What really gets me are racial feats that leverage something in training. There’s a feat in the 4.0 Player’s Handbook that gives dwarves proficiency in all hammers and a damage bonus with them. That is, every dwarf can learn how to use every hammer at the cost of one feat. For a normal, martial dwarven society, this may make sense. But what if you have a dwarven wizard or rogue, who doesn’t follow the path of the archetypal dwarven soldier? Weirder, what if you have a dwarf raised outside a dwarven society, like one brought up around elves or raised by wolves? Should all dwarves, regardless of upbringing, have hammers so ingrained in their racial background that any dwarf can learn every hammer with a minimum of effort?

This goes the other way, too. Say a human or elf is born in a dwarven society and raised in the mold of the soldier. They’ve spent their whole career using hammers. So why can’t they qualify for the same weapon training as every dwarf around them? And this gets really ridiculous when the two points are combined: a human fighter training for their entire life will never be as good with hammers as a dwarven wizard can be in a week.

I don’t approve of abolishing all racial prerequisites, because some of them make sense. Dragonborn, for example, have a breath weapon. Only dragonborn can take feats that modify this breath weapon. No problem here. There’s no purpose in an elf taking a feat that increases the range of dwarven darkvision, or in an orc taking a halfling feat that takes advantage of their Small size category. But there are far more feats, especially in 4th Edition, that just make some races better than others at something without a real explanation.
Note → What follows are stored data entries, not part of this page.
import { beforeEach, describe, expect, test } from 'vitest'
import { networkOf } from '@/server/throttle'
import { rateLimit } from '@/db/schema/session'
import { signIn } from '@/server/sign-in'
import { addPerson, openTestServer, PASSWORD, type TestServer } from './server'
import { contextFor } from './context'

const EMAIL = 'ada@north.example'
const OFFICE = '192.0.2.10'
const SECOND_MS = 1000
const MINUTE_MS = 60 * SECOND_MS

let server: TestServer
let nowMs: number
beforeEach(() => {
  server = openTestServer()
  addPerson(server, { email: EMAIL, roles: ['detailer'] })
  nowMs = Date.UTC(2026, 0, 5)
})

/** 'in', 'wrong', or the seconds to wait. */
async function attempt(address: string, password = 'a guess', email = EMAIL): Promise<'in' | 'wrong' | number> {
  const context = { ...contextFor(server, null), address, now: () => nowMs }
  const error = await signIn(context, { email, password }).then(
    () => null,
    (reason: unknown) => reason as { kind: string; details: { retryAfterS?: number } },
  )
  if (error === null) return 'in'
  return error.kind === 'throttled' ? (error.details.retryAfterS ?? Infinity) : 'wrong'
}

describe('guessing at one account from one address', () => {
  test('five attempts are free; then each waits 1, 2, 4, 8, 16, 32, at most 60 s', async () => {
    for (let count = 0; count < 5; count++) expect(await attempt(OFFICE)).toBe('wrong')
    for (const waitS of [1, 2, 4, 8, 16, 32, 60, 60, 60]) {
      expect(await attempt(OFFICE)).toBe(waitS)
      nowMs += waitS * SECOND_MS - 1
      expect(await attempt(OFFICE)).toBe(1) // a millisecond short
      nowMs += 1
      expect(await attempt(OFFICE)).toBe('wrong')
    }
  })

  test('in a day gets at most the 5 free ones, 6 while the wait grows and one a minute', async () => {
    let checked = 0
    const endMs = nowMs + 24 * 60 * MINUTE_MS
    while (nowMs < endMs) {
      const answer = await attempt(OFFICE, 'a guess')
      if (answer === 'wrong') checked++
      else nowMs += Number(answer) * SECOND_MS
    }
    expect(checked).toBeLessThanOrEqual(5 + 6 + 24 * 60)
    expect(checked).toBeGreaterThan(24 * 60 - 60)
  }, 240_000)

  test('a hundred at once are no more than five', async () => {
    const answers = await Promise.all(Array.from({ length: 100 }, () => attempt(OFFICE)))
    expect(answers.filter((answer) => answer === 'wrong')).toHaveLength(5)
  })

  test('the right password gets in once the wait is over, and the count begins anew', async () => {
    for (let count = 0; count < 5; count++) await attempt(OFFICE)
    expect(await attempt(OFFICE, PASSWORD)).toBe(1)
    nowMs += SECOND_MS
    expect(await attempt(OFFICE, PASSWORD)).toBe('in')
    for (let count = 0; count < 5; count++) expect(await attempt(OFFICE)).toBe('wrong')
  })
})

describe('guessing at one account from many addresses', () => {
  const guessFromEverywhere = async (count: number) => {
    const answers: unknown[] = []
    for (let n = 0; n < count; n++) answers.push(await attempt(`198.51.100.${n}`))
    return answers
  }

  test('is held back for all of them together after twenty', async () => {
    const answers = await guessFromEverywhere(40)
    expect(answers.filter((answer) => answer === 'wrong')).toHaveLength(20)
  })

  test('does not hold back the owner where they signed in before', async () => {
    expect(await attempt(OFFICE, PASSWORD)).toBe('in')
    await guessFromEverywhere(40)
    expect(await attempt(OFFICE, PASSWORD)).toBe('in')
  })

  test('holds back the owner in a new place by a minute at most', async () => {
    for (let n = 0; n < 20; n++) await attempt(`198.51.100.${n}`)
    const waitS = await attempt('203.0.113.1', PASSWORD)
    expect(waitS).toBeGreaterThan(0)
    expect(waitS).toBeLessThanOrEqual(60)
    nowMs += Number(waitS) * SECOND_MS
    expect(await attempt('203.0.113.1', PASSWORD)).toBe('in')
  })
})

test('one password tried on many accounts from one address is held back after fifty', async () => {
  const answers: unknown[] = []
  for (let n = 0; n < 80; n++) answers.push(await attempt(OFFICE, 'Spring2026', `person${n}@north.example`))
  expect(answers.filter((answer) => answer === 'wrong')).toHaveLength(50)
}, 60_000)

test('an own account does not wipe out guesses at others', async () => {
  addPerson(server, { email: 'eve@north.example', roles: ['drafter'] })
  let checked = 0
  for (let n = 0; n < 100; n++) {
    if ((await attempt(OFFICE, 'a guess', `person${n}@north.example`)) === 'wrong') checked++
    await attempt(OFFICE, PASSWORD, 'eve@north.example')
  }
  expect(checked).toBeLessThanOrEqual(50)
}, 60_000)

test('the table holds neither addresses of people nor of machines, and forgets', async () => {
  await attempt(OFFICE)
  const text = JSON.stringify(server.db.select().from(rateLimit).all())
  expect(text).not.toContain(EMAIL)
  expect(text).not.toContain(OFFICE)
  nowMs += 60 * MINUTE_MS
  await attempt('203.0.113.9', 'a guess', 'other@north.example')
  expect(server.db.select().from(rateLimit).all()).toHaveLength(3) // pair, account and address of the last one alone
})

test('an IPv6 address counts as its /64, IPv4 as itself however it is written', () => {
  expect(networkOf('2001:db8:1:2:3:4:5:6')).toBe('2001:db8:1:2::/64')
  expect(networkOf('2001:DB8:1:2::9')).toBe(networkOf('2001:db8:1:2:ffff::1'))
  expect(networkOf('2001:0db8:0001:0002::9')).toBe('2001:db8:1:2::/64')
  expect(networkOf('2001:db8::1')).toBe('2001:db8:0:0::/64')
  expect(networkOf('::1')).toBe('0:0:0:0::/64')
  expect(networkOf('::ffff:192.0.2.1')).toBe('192.0.2.1')
})
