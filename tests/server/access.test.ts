import { v7 as uuidv7 } from 'uuid'
import { beforeAll, describe, expect, test } from 'vitest'
import { ROLES, type Role } from '@wedgeline/contract'
import { HTTP_ROUTES } from '@/server/http/routes'
import { CALLERS, PROCEDURES, openPopulated, type CallerName, type Populated } from './populated'
import { get } from './server'

/**
 * Who may call what, over every procedure of the router and every route of the table. A new one that is not listed
 * here fails. Callers: the five roles, each held alone by somebody on the job; nobody; somebody with every role in
 * another company and on a job there; somebody with every role but admin in this company who is not on the job; an
 * admin of this company who is not on the job.
 */

/** What stands in the way: nothing, 401, 403 or 404. */
type Verdict = 'yes' | 'sign in' | 'no role' | 'not there'

const row = (
  roles: readonly Role[],
  rest: Record<Exclude<CallerName, Role>, Verdict>,
): Record<CallerName, Verdict> => ({
  ...(Object.fromEntries(ROLES.map((role) => [role, roles.includes(role) ? 'yes' : 'no role'])) as Record<
    Role,
    Verdict
  >),
  ...rest,
})

/** Somebody signed in or not. */
const anybody = row(ROLES, { nobody: 'yes', 'other company': 'yes', 'off the job': 'yes', 'admin off the job': 'yes' })
const signedIn = row(ROLES, {
  nobody: 'sign in',
  'other company': 'yes',
  'off the job': 'yes',
  'admin off the job': 'yes',
})
/** Somebody in the company, whichever its jobs. */
const inCompany = (...roles: Role[]) =>
  row(roles, {
    nobody: 'sign in',
    'other company': 'not there',
    'off the job': roles.some((role) => role !== 'admin') ? 'yes' : 'no role',
    'admin off the job': roles.includes('admin') ? 'yes' : 'no role',
  })
/** Somebody on the job. */
const onJob = (...roles: Role[]) =>
  row(roles, {
    nobody: 'sign in',
    'other company': 'not there',
    'off the job': 'not there',
    'admin off the job': 'not there',
  })
const peopleOfJob = (...roles: Role[]) => ({ ...onJob(...roles), 'admin off the job': 'yes' as const })

const ALL = ROLES
const EXPECTED: Record<string, Record<CallerName, Verdict>> = {
  'session.me': anybody,
  'session.signIn': anybody,
  'session.signOut': anybody,
  'session.askReset': anybody,
  'session.resetPassword': anybody,
  'invitation.byToken': anybody,
  'invitation.accept': anybody,
  'invitation.list': inCompany('admin'),
  'invitation.create': inCompany('admin'),
  'invitation.withdraw': inCompany('admin'),
  'people.list': inCompany(...ALL),
  'people.setRoles': inCompany('admin'),
  'people.remove': inCompany('admin'),
  'company.byId': inCompany(...ALL),
  'company.update': inCompany('admin'),
  'hardware.list': inCompany(...ALL),
  'hardware.save': inCompany('admin'),
  'hardware.saveJack': inCompany('admin'),
  'hardware.saveStrandType': inCompany('admin'),
  'job.list': signedIn,
  'job.create': inCompany('detailer', 'engineer'),
  'job.importLayout': inCompany('detailer', 'engineer'),
  'job.byId': onJob(...ALL),
  'job.update': onJob('detailer', 'engineer'),
  'job.fileQuickEdge': onJob('detailer', 'engineer'),
  'job.setBasis': onJob('engineer'),
  'job.addMember': peopleOfJob('detailer', 'engineer', 'admin'),
  'job.removeMember': peopleOfJob('detailer', 'engineer', 'admin'),
  'layout.byJob': onJob(...ALL),
  'layout.applyBatch': onJob('drafter', 'detailer', 'engineer'),
  'reading.accept': onJob('engineer'),
  'reading.withdraw': onJob('engineer'),
  'schedule.byPour': onJob(...ALL),
  'schedule.export': onJob('drafter', 'detailer', 'engineer'),
  'audit.list': onJob(...ALL),
  'GET /healthz': anybody,
  'GET /readyz': anybody,
  'GET /exports/:id': onJob(...ALL),
}

const CALL_CODES: Record<string, Verdict> = { UNAUTHORIZED: 'sign in', FORBIDDEN: 'no role', NOT_FOUND: 'not there' }
const STATUS_CODES: Record<number, Verdict> = { 200: 'yes', 401: 'sign in', 403: 'no role', 404: 'not there' }

let populated: Populated
beforeAll(async () => {
  populated = await openPopulated()
})

async function verdictOf(name: CallerName, path: string): Promise<Verdict> {
  const error: unknown = await populated.tried(() =>
    populated.call(name, path, populated.inputs[path]).then(
      () => null,
      (reason: unknown) => reason,
    ),
  )
  if (error === null) return 'yes'
  const verdict = CALL_CODES[(error as { code: string }).code]
  if (!verdict) throw new Error(`${path} as ${name} failed otherwise`, { cause: error })
  return verdict
}

test('every procedure and route has a line in the table, and every line one of them', () => {
  const found = [
    ...Object.keys(PROCEDURES),
    ...HTTP_ROUTES.map(({ method, path }) => `${method.toUpperCase()} ${path}`),
  ]
  expect(Object.keys(EXPECTED).sort()).toEqual(found.sort())
  expect(Object.keys(populated.inputs).sort()).toEqual(Object.keys(PROCEDURES).sort())
})

describe.each(Object.keys(PROCEDURES))('%s', (path) => {
  test.each(CALLERS)('called by %s', async (name) => {
    expect(await verdictOf(name, path)).toBe(EXPECTED[path]?.[name])
  })

  test('refuses a key that it does not know', async () => {
    const input = populated.inputs[path]
    if (input === undefined) {
      // Takes nothing: whatever is sent changes nothing about whose data it is.
      expect(await populated.call('nobody', path, { companyId: 'north', personId: 'x' }).catch(codeOf)).toEqual(
        await populated.call('nobody', path, undefined).catch(codeOf),
      )
      return
    }
    const roles = ROLES.filter((role) => EXPECTED[path]?.[role] === 'yes')
    const call = populated.tried(() => populated.call(roles[0] ?? 'admin', path, { ...(input as object), surprise: 1 }))
    expect(await call.catch(codeOf)).toBe('BAD_REQUEST')
  })
})

const codeOf = (reason: unknown): string => (reason as { code: string }).code

describe.each(HTTP_ROUTES)('$method $path', ({ method, path }) => {
  test.each(CALLERS)('called by %s', async (name) => {
    const cookie = name === 'nobody' ? '' : await populated.server.cookieOf(populated.people[name])
    const { status } = await get(populated.server, path.replace(':id', populated.fileId), { cookie })
    expect(STATUS_CODES[status]).toBe(EXPECTED[`${method.toUpperCase()} ${path}`]?.[name])
  })
})

test('a job that does not exist, another one and one of another company answer alike', async () => {
  const read = (name: CallerName, id: string) =>
    populated.call(name, 'job.byId', { jobId: id }).catch((reason: unknown) => ({
      ...(reason as object),
      text: String(reason),
    }))
  const unknown = await read('other company', uuidv7())
  expect(await read('other company', populated.jobId)).toEqual(unknown)
  expect(await read('off the job', populated.jobId)).toEqual(unknown)
})

test('a company that does not exist and another one answer alike', async () => {
  const read = (companyId: string) => populated.call('other company', 'people.list', { companyId }).catch(String)
  expect(await read('north')).toBe(await read('nowhere'))
  expect(await read('north')).toContain('There is no such company')
})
Other racial properties tend not to bother me, maybe because they’re surmountable. A dwarf has a racial bonus to Constitution and an elf doesn’t, so all else equal, the dwarf is tougher. But if that dwarf is a wizard, putting his focus into Intelligence and Wisdom, and the elf is a ranger, putting focus into Dexterity and Constitution, that elf will eventually surpass the dwarf, probably even at level 1 when the dwarf puts a lower ability score roll into Constitution. Also, I get the feeling that racial properties tend to be less powerful because they’re always present, and often they’re even not as good as a feat. Goliaths can roll twice for Athletics checks to jump and climb, but there’s a paragon-level feat that gives any character the same benefit on all Athletics and Acrobatics checks. So all goliaths are natural athletes, but anybody can surpass their racial advantage with sufficient training.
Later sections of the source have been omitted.